O’Day adds: “Having a potential treatment in our hands comes with significant responsibility. Providing our existing supplies at no charge is the right thing to do, to facilitate access to patients as quickly as possible and in recognition of the public emergency posed by this pandemic.

“While we are working with the utmost sense of urgency on the immediate needs before us, we are also looking forward. Over the next weeks and months, we will be able to further increase our supplies of remdesivir as raw materials with long lead times become available for manufacture. 

“We have set an ambitious goal of producing more than 500,000 treatment courses by October and more than one million by the end of this year.
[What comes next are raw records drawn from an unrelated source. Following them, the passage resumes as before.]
# --------------------------------------------------------------------------- names


def accepted_names(ds: Dataset) -> pd.Series:
    """Accepted name per observation row (taxa.csv ``accepted_name`` where given)."""
    taxon = ds.observations["taxon"]
    if ds.taxa is None or "accepted_name" not in ds.taxa or "taxon" not in ds.taxa:
        return taxon.copy()
    mapping = {t: a for t, a in zip(ds.taxa["taxon"], ds.taxa["accepted_name"], strict=True) if a}
    return map_distinct(taxon, lambda t: mapping.get(t, t))


def grouping_columns(ds: Dataset) -> list[str]:
    """Columns of taxa.csv that group taxa (everything except the name columns)."""
    if ds.taxa is None or "taxon" not in ds.taxa:  # without names, nothing can be grouped
        return []
    return [c for c in ds.taxa.columns if c not in ("taxon", "accepted_name", "tree_label")]


def taxon_groups(ds: Dataset) -> pd.DataFrame:
    """Grouping columns per accepted name (the accepted name's own row wins)."""
    cols = grouping_columns(ds)
    if not cols:
        return pd.DataFrame(columns=["taxon"])
    t = ds.taxa.copy()
    t["accepted"] = [
        a or n for n, a in zip(t["taxon"], t.get("accepted_name", t["taxon"]), strict=True)
    ]
    t["own"] = t["taxon"] == t["accepted"]
    t = t.sort_values("own", ascending=False, kind="stable").drop_duplicates("accepted")
    return t[["accepted", *cols]].rename(columns={"accepted": "taxon"})


# --------------------------------------------------------------------------- uncertainty


def standard_uncertainty(u: pd.Series, kind: pd.Series, n: pd.Series) -> pd.Series:
    """Standard uncertainty of a reported value from its spread.

    ``se``: as is. ``sd``: sd/sqrt(n) when n is known (the value is a mean of n),
    else sd. ``ci95``: half-width / t(0.975, n-1), or / 1.96 when n is unknown.
    ``range_half``: a/sqrt(3), the rectangular distribution (GUM 4.3.7). An
    uncertainty without a kind is taken as a standard deviation.
    """
    u = u.astype(float)
    n = n.astype(float)
    kind = kind.fillna("").replace("", "sd")
    out = pd.Series(np.nan, index=u.index)
    has_n = n.notna() & (n >= 1)
    sd = kind == "sd"
    out[sd] = np.where(has_n[sd], u[sd] / np.sqrt(n[sd].where(has_n[sd], 1.0)), u[sd])
    out[kind == "se"] = u[kind == "se"]
    ci = kind == "ci95"
    dof = (n[ci] - 1).where(n[ci] >= 2)
    tq = pd.Series(1.959963984540054, index=dof.index, dtype=float)
    if dof.notna().any():  # a t quantile per distinct sample size
        from comparo.base.quantiles import t_quantile

        tq[dof.notna()] = map_distinct(
            dof[dof.notna()].astype(float), lambda d: t_quantile(d, 0.975)
        )
    out[ci] = u[ci] / tq
    rh = kind == "range_half"
    out[rh] = u[rh] / math.sqrt(3.0)
    return out


# --------------------------------------------------------------------------- temperature


def temperature_factor(
    t_meas: np.ndarray, t_ref: float, q10: np.ndarray, ea_kj: np.ndarray, is_time: np.ndarray
) -> np.ndarray:
    """Factor that brings a rate measured at ``t_meas`` °C to ``t_ref`` °C.

    Q10: R(T_ref) = R(T)·Q10^((T_ref − T)/10). Arrhenius (where an activation
    energy Ea in kJ/mol is given): R(T_ref)/R(T) = exp(−Ea/R·(1/T_ref − 1/T)),
    T in kelvin. A time (kinetic_time) gets the reciprocal factor.
    NaN where the temperature is unknown.
    """
    with np.errstate(over="ignore", under="ignore", divide="ignore", invalid="ignore"):
        arr = np.exp(-(ea_kj * 1e3) / R_GAS * (1.0 / (t_ref + 273.15) - 1.0 / (t_meas + 273.15)))
        fac = np.where(np.isfinite(ea_kj), arr, q10 ** ((t_ref - t_meas) / 10.0))
        return np.where(is_time, 1.0 / fac, fac)


def q10_from_activation_energy(ea_kj_mol: float, t1_c: float, t2_c: float) -> float:
    """Q10 implied by an Arrhenius activation energy over [t1, t2] °C:
    Q10 = (k2/k1)^(10/(T2−T1)) with k = A exp(−Ea/(R T))."""
    k = math.exp(-(ea_kj_mol * 1e3) / R_GAS * (1 / (t2_c + 273.15) - 1 / (t1_c + 273.15)))
    return k ** (10.0 / (t2_c - t1_c))


# --------------------------------------------------------------------------- harmonise


@dataclass
class Harmonised:
    """The observation rows after harmonisation, with their fate.

    Attributes
    ----------
    rows : pandas.DataFrame
        One row per observation read, with ``accepted`` (accepted name),
        ``value_h`` / ``u_h`` (value and standard uncertainty in the canonical
        unit, at the reference temperature where normalised),
        ``temperature_factor``, ``temperature_note``, ``q10_used`` (the Q10 applied,
        dimensionless; NaN where none was), ``ea_kj_mol_used`` (the Arrhenius activation
        energy applied, kJ/mol; NaN where none was), ``status``
        (``used``/``merged``/``excluded``), ``merged_into`` and ``reason``.
    conflicts, unit_slips : list of dict
    reference_temperature_c : float or None
        The reference temperature in °C (with ``"operating"``, the fallback for taxa
        without an operating temperature); None when temperature normalisation is off.
    policy : comparo.validation.temperature.TemperaturePolicy or None
        The temperature settings applied; None when normalisation is off.
    """

    rows: pd.DataFrame
    conflicts: list[dict[str, Any]] = field(default_factory=list)
    unit_slips: list[dict[str, Any]] = field(default_factory=list)
    reference_temperature_c: float | None = None
    policy: Any = None
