def _column_changes(o, n, columns: list[str]) -> list[tuple[int, int, dict]]:
    """(row position in new, column position, entry) for each changed cell of aligned frames."""
    import numpy as np
    import pandas as pd

    out: list[tuple[int, int, dict]] = []
    if len(o) == 0:
        return out
    same_value = np.array(
        [
            _same_number(a, b)
            for a, b in zip(o["value_canonical"], n["value_canonical"], strict=True)
        ]
    )
    same_value &= o["quantity_key"].to_numpy(object) == n["quantity_key"].to_numpy(object)
    same_u = np.array(
        [
            _same_number(a, b)
            for a, b in zip(o["uncertainty_canonical"], n["uncertainty_canonical"], strict=True)
        ]
    )
    pos = n["_pos"].to_numpy(int)
    ids = n["obs_id"].to_numpy(object)
    for j, c in enumerate(columns):
        a = o[c] if c in o else pd.Series([None] * len(o), index=o.index)
        b = n[c] if c in n else pd.Series([None] * len(n), index=n.index)
        if pd.api.types.is_numeric_dtype(a) and pd.api.types.is_numeric_dtype(b):
            av, bv = a.to_numpy(float), b.to_numpy(float)
            differ = ~((av == bv) | (np.isnan(av) & np.isnan(bv)))
        else:
            av = a.fillna("").astype(str).to_numpy(object)
            bv = b.fillna("").astype(str).to_numpy(object)
            differ = av != bv
        for i in np.flatnonzero(differ):
            kind = "changed"
            if c in ("value", "unit") and same_value[i]:
                kind = "unit_only"
            elif c == "uncertainty" and same_u[i]:
                kind = "unit_only"
            elif c == "obs_id":
                kind = "id_changed"
            out.append(
                (
                    int(pos[i]),
                    j,
                    {
                        "obs_id": ids[i],
                        "column": c,
                        "old": _plain(a.iloc[i]),
                        "new": _plain(b.iloc[i]),
                        "kind": kind,
                    },
                )
            )
    return out


def row_changes(old, new) -> dict[str, list]:
    """Observations added, removed and changed between two datasets (see docs/versions.md).

    Rows are matched by ``obs_id``; a removed and an added row with the same content key
    (taxon, quantity, source_id, locator, value in canonical units to 6 significant digits)
    are the same row whose id changed, matched one to one in file order. Each changed cell is
    ``{"obs_id", "column", "old", "new", "kind"}`` with kind ``changed``, ``unit_only`` (value,
    unit or uncertainty written differently, the same in canonical units) or ``id_changed``.
    """
    import pandas as pd

    o = old.observations.assign(_pos=range(len(old.observations)))
    n = new.observations.assign(_pos=range(len(new.observations)))
    skip = {*_COMPUTED, "_pos"}
    columns = ["obs_id"] + [
        c for c in dict.fromkeys([*o.columns, *n.columns]) if c not in skip and c != "obs_id"
    ]
    old_ids, new_ids = set(o["obs_id"]), set(n["obs_id"])
    gone = o[~o["obs_id"].isin(new_ids)]
    came = n[~n["obs_id"].isin(old_ids)]
    pairs: list[tuple[Any, Any]] = []
    if len(gone) and len(came):
        gk, ck = _content_key(gone), _content_key(came)
        free: dict[str, list] = {}
        for i, k in zip(gone.index, gk, strict=True):
            free.setdefault(k, []).append(i)
        for j, k in zip(came.index, ck, strict=True):
            if free.get(k):
                pairs.append((free[k].pop(0), j))
    paired_old = {i for i, _ in pairs}
    paired_new = {j for _, j in pairs}
    removed = [x for i, x in zip(gone.index, gone["obs_id"], strict=True) if i not in paired_old]
    added = [x for j, x in zip(came.index, came["obs_id"], strict=True) if j not in paired_new]

    both = n[n["obs_id"].isin(old_ids)]
    o_aligned = o.set_index("obs_id").loc[both["obs_id"]].reset_index()
    o_rows = [o_aligned]
    n_rows = [both.reset_index(drop=True)]
    if pairs:
        o_rows.append(o.loc[[i for i, _ in pairs]].reset_index(drop=True))
        n_rows.append(n.loc[[j for _, j in pairs]].reset_index(drop=True))
    oa = pd.concat(o_rows, ignore_index=True)
    na = pd.concat(n_rows, ignore_index=True)
    changes = _column_changes(oa, na, columns)
    changes.sort(key=lambda t: (t[0], t[1]))
    return {
        "added": [str(x) for x in added],
        "removed": [str(x) for x in removed],
        "changed": [c for _, _, c in changes],
    }


# --------------------------------------------------------------------------- sources, names, tree


def source_changes(old, new) -> dict[str, list]:
    """Sources added, removed and changed (each changed column of sources.csv, by source_id)."""

    def table(ds) -> dict[str, dict[str, Any]]:
        s = ds.sources
        return {str(r["source_id"]): r for r in s.to_dict("records")} if s is not None else {}

    a, b = table(old), table(new)
    cols = [
        c
        for c in dict.fromkeys(
            [
                *(old.sources.columns if old.sources is not None else []),
                *(new.sources.columns if new.sources is not None else []),
            ]
        )
        if c not in ("source_id", "row")
    ]
    changed = []
    for sid in b:
        if sid not in a:
            continue
        for c in cols:
            va, vb = _plain(a[sid].get(c)), _plain(b[sid].get(c))
            if (
                isinstance(va, int | float)
                and isinstance(vb, int | float)
                and float(va) == float(vb)
            ):
                continue
            if va != vb:
                changed.append({"source_id": sid, "column": c, "old": va, "new": vb})
    return {
        "added": [s for s in b if s not in a],
        "removed": [s for s in a if s not in b],
        "changed": changed,
    }


def _synonyms(ds) -> dict[str, str]:
    t = ds.taxa
    if t is None or "accepted_name" not in t or "taxon" not in t:
        return {}
    return {
        str(x): str(y)
        for x, y in zip(t["taxon"], t["accepted_name"], strict=True)
        if y and str(y) != str(x)
    }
“To help us meet and exceed this goal, we are building a geographically diverse consortium of pharmaceutical and chemical manufacturers to expand global capacity for raw materials and production. 

“This collaboration will allow us to achieve far more than any of us could have done working alone. The international nature of the supply chain for remdesivir reminds us that it is essential for countries to work together to create enough supply for the world.

“These are intense, ongoing efforts and while they continue, we must await the data from the clinical trials before we know whether remdesivir is a safe and effective treatment.

“In the meantime, in the face of many unknowns and the exceptional circumstance of this pandemic, we are finding every means possible to meet our responsibilities with remdesivir today, and to be prepared for meeting the needs of patients in the future.”